# I Heart Music



## Digital Matt (Mar 12, 2007)

Having fun with an I-River and some big headphones.  

















Shades are fun too 






Thanks for looking


----------



## oCyrus55 (Mar 12, 2007)

Every time I see your photos it makes me want to have strobes and backdrops... good stuff :thumbsup:  And by the way, for our senior year at school, we have to work somewhere for the month of May, it's called senior experience.  I am working at Kalman and Pabst, and I am really pumped.


----------



## Sw1tchFX (Mar 12, 2007)

I think these looks great, but i'm not diggin the reflection of the softbox in the 2nd one. 

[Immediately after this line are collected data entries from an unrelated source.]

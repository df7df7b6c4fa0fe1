// The force method: redundants found from compatibility, case by case. Everything is worked out when first asked for and
// then kept.
import type { Load, Structure } from '../model/structure.ts';
import { type Cholesky, cholesky, solveCholesky } from './cholesky.ts';
import { addLoad, emptyLoading, type Loading } from './loading.ts';
import type { Preference } from './preference.ts';
import { type ForceState, type PrimaryStructure, primaryForces, primaryStructureOf } from './primary.ts';
import { flexibilityOf, isUnknown, type Statics, staticsOf } from './statics.ts';
import { addState, forcesOfUnit, type UnitState, unitStates, workOf } from './unit-states.ts';
import { largestForce, strainsOf } from './work.ts';

/** The response to one loading. */
export interface Response {
  /** Of the primary structure, every redundant zero. */
  readonly primary: ForceState;
  /** δ₀ at each redundant, m or rad: the work of its unit state on the strains of `primary`, movements, heat and lack of fit included. */
  readonly gaps: Float64Array;
  /** X, N or N m. */
  readonly redundants: Float64Array;
  /** Of the structure itself: primary + Σ X · unit state. Undetermined thrusts are left at zero. */
  readonly final: ForceState;
  /** Of `final`, as `strainsOf` in work.ts lays them out. */
  readonly strains: Float64Array;
  /** The largest force, of `primary` or `final`, N; see `largestForce` in work.ts. */
  readonly largest: number;
  /** What is imposed would need axially stiff members of another length: there is no answer. */
  readonly contradicted: boolean;
}

/**
 * Multiplications for the flexibilities of the redundants past which the force method is not tried: some tenths of a
 * second. A frame of ten storeys and ten bays has 300 redundants and takes half of it.
 */
const MOST_DENSE_WORK = 1e8;

/**
 * Undefined for the reasons of `primaryStructure`, and where the redundants are too many (found out before any work is
 * spent on the structure). The primary structure alone may then still serve: see given-forces.ts.
 */
export function prepare(structure: Structure, preference?: Preference): ForceMethod | undefined {
  const statics = staticsOf(structure);
  if (!statics || denseWork(statics) > MOST_DENSE_WORK) return undefined;
  const primary = primaryStructureOf(statics, preference);
  return primary && new ForceMethod(primary);
}

/** Of a stable structure: it has as many redundants as unknowns more than equations. */
function denseWork(statics: Statics): number {
  let redundants = -statics.rowCount;
  for (let unknown = 0; unknown < statics.unknownCount; unknown++) if (isUnknown(statics, unknown)) redundants++;
  return redundants <= 0 ? 0 : (redundants ** 2 * (statics.unknownCount + redundants)) / 2;
}

/**
 * Smallest pivot of the scaled flexibilities with which the redundants are still trusted: with it, refinement gains
 * three digits a step.
 */
const LEAST_PIVOT = 1e-13;
/** Refinements of the redundants at most; each gains all the digits that the condition leaves. */
const REFINEMENTS = 3;
/** Step of a redundant, relative to it, that is rounding. */
const SETTLED = 1e-14;
/** Share of the terms of a sum that counts as nothing left: their rounding. */
const CANCELLED = 1e-9;

export class ForceMethod {
  readonly primary: PrimaryStructure;
  readonly #loads: readonly (readonly Load[])[];
  readonly #cases: (Response | undefined)[] = [];
  #states: { determined: UnitState[]; undetermined: UnitState[] } | undefined;
  #flexibility: Float64Array | undefined;
  #factor: Cholesky | undefined;

  constructor(primary: PrimaryStructure) {
    this.primary = primary;
    const { structure } = primary.statics;
    const loads: Load[][] = structure.cases.map(() => []);
    for (const load of structure.loads) loads[load.case]!.push(load);
    this.#loads = loads;
  }

  /** Of the redundants that compatibility determines. */
  get unitStates(): readonly UnitState[] {
    return this.#allStates().determined;
  }

  /** Of those that nothing flexible determines: thrusts in axially stiff members between held points. */
  get undeterminedStates(): readonly UnitState[] {
    return this.#allStates().undetermined;
  }

  /** f, m/N, rad/(N m) or 1/N: lower triangle by rows, entry (i, j) at i(i + 1)/2 + j. */
  get flexibility(): Float64Array {
    this.#flexibility ??= flexibilities(this.primary, this.unitStates);
    return this.#flexibility;
  }

  /** False where the flexibilities are too nearly singular for the redundants to be trusted. */
  get wellConditioned(): boolean {
    return this.unitStates.length === 0 || this.#cholesky().smallestPivot > LEAST_PIVOT;
  }

  /** `index`: into the structure's cases. */
  case(index: number): Response {
    this.#cases[index] ??= this.respond(this.loading(this.#loads.map((_, other) => Number(other === index))));
    return this.#cases[index];
  }

  /** The response to any loading, real or virtual. */
  respond(loading: Loading): Response {
    const { primary, unitStates: states } = this;
    const { statics } = primary;
    const released = primaryForces(primary, loading);
    let strains = strainsOf(statics, released);
    const contradicted = this.undeterminedStates.some(state => contradicts(state, strains));
    const gaps = gapsAt(states, strains);
    const largest = largestForce(statics, released);
    if (states.length === 0) {
      return { primary: released, gaps, redundants: gaps, final: released, strains, largest, contradicted };
    }

    const redundants = new Float64Array(states.length);
    const unknowns = released.unknowns.slice();
    const final = { ...released, unknowns };
    let open = gaps;
    for (let round = 0; round <= REFINEMENTS; round++) {
      // f · X = −δ for the gaps that are open, which come from the strains themselves and not from f.
      const step = open.map(gap => -gap);
      solveCholesky(this.#cholesky(), step);
      let settled = true;
      for (let at = 0; at < states.length; at++) {
        settled &&= Math.abs(step[at]!) <= SETTLED * Math.abs(redundants[at]!);
        redundants[at]! += step[at]!;
        addState(states[at]!, step[at]!, unknowns);
      }
      strains = strainsOf(statics, final);
      if (settled) break;
      open = gapsAt(states, strains);
    }
    const most = Math.max(largest, largestForce(statics, final));
    return { primary: released, gaps, redundants, final, strains, largest: most, contradicted };
  }

  /** The cases with these factors, as one loading. */
  loading(factors: readonly number[]): Loading {
    const { statics } = this.primary;
    const loading = emptyLoading(statics);
    for (const [index, loads] of this.#loads.entries()) {
      const factor = factors[index] ?? 0;
      if (factor !== 0) for (const load of loads) addLoad(statics, loading, load, factor);
    }
    return loading;
  }

  #allStates() {
    if (!this.#states) {
      const { statics } = this.primary;
      const rigid = ({ unknowns }: UnitState) => unknowns.every(unknown => flexibilityOf(statics, unknown) === 0);
      const determined: UnitState[] = [];
      const undetermined: UnitState[] = [];
      for (const state of unitStates(this.primary)) (rigid(state) ? undetermined : determined).push(state);
      this.#states = { determined, undetermined };
    }
    return this.#states;
  }

  #cholesky(): Cholesky {
    this.#factor ??= cholesky(this.flexibility.slice(), this.unitStates.length);
    return this.#factor;
  }
}

function gapsAt(states: readonly UnitState[], strains: Float64Array): Float64Array {
  const gaps = new Float64Array(states.length);
  for (let at = 0; at < states.length; at++) gaps[at] = workOf(states[at]!, strains);
  return gaps;
}

function flexibilities({ statics }: PrimaryStructure, states: readonly UnitState[]): Float64Array {
  const result = new Float64Array((states.length * (states.length + 1)) / 2);
  let at = 0;
  for (let row = 0; row < states.length; row++) {
    const strains = strainsOf(statics, forcesOfUnit(statics, states[row]!));
    for (let column = 0; column <= row; column++) result[at++] = workOf(states[column]!, strains);
  }
  return result;
}

/** Whether the gap at a redundant without flexibility, which no force can close, is more than rounding. */
function contradicts({ unknowns, forces }: UnitState, strains: Float64Array): boolean {
  let gap = 0;
  let size = 0;
  for (let index = 0; index < unknowns.length; index++) {
    const work = forces[index]! * strains[unknowns[index]!]!;
    gap += work;
    size += Math.abs(work);
  }
  return Math.abs(gap) > CANCELLED * size;
}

The reflection of the unbrella though looks crazy. 

Great job!


----------



## PNA (Mar 12, 2007)

Great shots.....where did you find such a beautiful model????


----------



## Big Mike (Mar 12, 2007)

PNA said:


> Great shots.....where did you find such a beautiful model????


He didn't have to go far to find that beauty.


----------



## Peanuts (Mar 12, 2007)

This is a site for sore eyes. Honestly, I just dug up those old IRiver IFP-100 or the likes that someone had given to me several years back because they had upgraded. I was just recording some pre-recorded audio (no, it isn't music or anything illegal) and was trying to put it onto the computer, but it says I need the CD to upload. Is that completely true or is there a backdoor in so I can retrieve it?

In any case, your images are stunning as per usual. Is the last the umbrella? If so, that reflection is completely workable with the mood you set with these photos. Very inspring


----------



## Digital Matt (Mar 13, 2007)

Thanks everyone.  Yes the beautiful model is always near by 

Cyrus, I take it Kalman and Pabst is a photography studio?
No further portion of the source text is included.